*** Begin section ***
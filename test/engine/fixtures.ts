import type { Plan } from "../../src/engine/plan";
import type { Column, Table } from "../../src/engine/table";
import { naturalCompare } from "../../src/engine/question/natural";

/** A table from plain columns: numbers (null missing) become numbers, strings categories. */
export function tableOf(columns: Record<string, readonly (number | string | null)[]>): Table {
  const names = Object.keys(columns);
  const rows = columns[names[0]].length;
  return {
    rows,
    columns: names.map((name) => columnOf(name, columns[name])),
    lines: Uint32Array.from({ length: rows }, (_, i) => i + 2),
    source: { file: "test.csv", sha256: "0".repeat(64), bytes: 0 },
    findings: [],
  };
}

function columnOf(name: string, cells: readonly (number | string | null)[]): Column {
  if (cells.every((cell) => cell === null || typeof cell === "number")) {
    return { kind: "number", name, values: Float64Array.from(cells, (cell) => (cell === null ? NaN : (cell as number))) };
  }
  const levels = [...new Set(cells.filter((cell) => cell !== null).map(String))].sort(naturalCompare);
  return {
    kind: "category",
    name,
    levels,
    codes: Int32Array.from(cells, (cell) => (cell === null ? -1 : levels.indexOf(String(cell)))),
  };
}

/** A plan in short. */
export function planOf(outcome: string, exposure: string, covariates: readonly string[] = [], more: Partial<Plan> = {}): Plan {
  return {
    outcome: { column: outcome },
    exposure: { column: exposure },
    covariates: covariates.map((column) => ({ column })),
    ...more,
  };
}

/** A seeded generator in [0, 1) (xorshift, Marsaglia 2003) and a normal from twelve of its draws. */
export function seeded(seed: number): { uniform: () => number; normal: () => number } {
  let state = seed >>> 0 || 1;
  const uniform = () => {
    state ^= state << 13;
    state ^= state >>> 17;
    state ^= state << 5;
    return (state >>> 0) / 4294967296;
  };
  for (let i = 0; i < 20; i++) uniform();
  return { uniform, normal: () => Array.from({ length: 12 }, uniform).reduce((a, b) => a + b, -6) };
}
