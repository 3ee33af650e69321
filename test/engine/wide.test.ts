import { describe, expect, it } from "vitest";
import { compare } from "../../src/engine/compare";
import { relativeError, TOLERANCE } from "../tolerances";
import { planOf, seeded, tableOf } from "./fixtures";

const ROWS = 60;
const COLUMNS = 1500;

function wide(columnOf: (j: number, own: () => number[]) => number[]) {
  const { normal } = seeded(17);
  const own = () => Array.from({ length: ROWS }, normal);
  const names = Array.from({ length: COLUMNS }, (_, j) => `x${j}`);
  const g = own().map((v) => (v > 0 ? "new" : "old"));
  const y = own().map((v, i) => v + (g[i] === "new" ? 1 : 0));
  const columns = Object.fromEntries(names.map((name, j) => [name, columnOf(j, own)]));
  return { table: tableOf({ y, g, ...columns }), names };
}

describe("far more columns than rows", () => {
  it("is too few rows, in words, and the base set still has its number", () => {
    const { table, names } = wide((_, own) => own());
    const { sets } = compare(table, planOf("y", "g", names, { sets: [names], modifiers: ["x3"] }));
    expect(sets[0].contrasts[0].readout).toHaveProperty("estimate");
    expect(sets[1].contrasts[0].readout).toEqual({
      kind: "none",
      reason: { code: "too-few-rows", rows: ROWS, coefficients: COLUMNS + 2 },
    });
  });

  it("is no matter where they all say the same: copies are set aside", () => {
    const first: number[][] = [];
    const { table, names } = wide((j, own) => {
      if (j < 3) first[j] = own();
      return first[j % 3].map((v) => v * (1 + (j >> 2)) + j);
    });
    const { sets } = compare(table, planOf("y", "g", names, { sets: [names, ["x0", "x1", "x2"]], modifiers: [] }));
    const [, all, three] = sets.map(({ contrasts }) => contrasts[0].readout);
    if (!("estimate" in all) || !("estimate" in three)) throw new Error(`${all.kind}, ${three.kind}`);
    expect(relativeError(all.estimate, three.estimate)).toBeLessThan(TOLERANCE.coefficient);
    expect(relativeError(all.standardError!, three.standardError!)).toBeLessThan(TOLERANCE.coefficient);
    expect(sets[1].setAside.length).toBe(COLUMNS - 3);
  });
});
*** End section ***
• [What you are asked to do]:
Starting with the line with "return first[j %" above and going on through the line with "in three)) throw", transcribe every line exactly, both ends included, and add nothing.

• [Exercise answer]:
      return first[j % 3].map((v) => v * (1 + (j >> 2)) + j);
    });
    const { sets } = compare(table, planOf("y", "g", names, { sets: [names, ["x0", "x1", "x2"]], modifiers: [] }));
    const [, all, three] = sets.map(({ contrasts }) => contrasts[0].readout);
    if (!("estimate" in all) || !("estimate" in three)) throw new Error(`${all.kind}, ${three.kind}`);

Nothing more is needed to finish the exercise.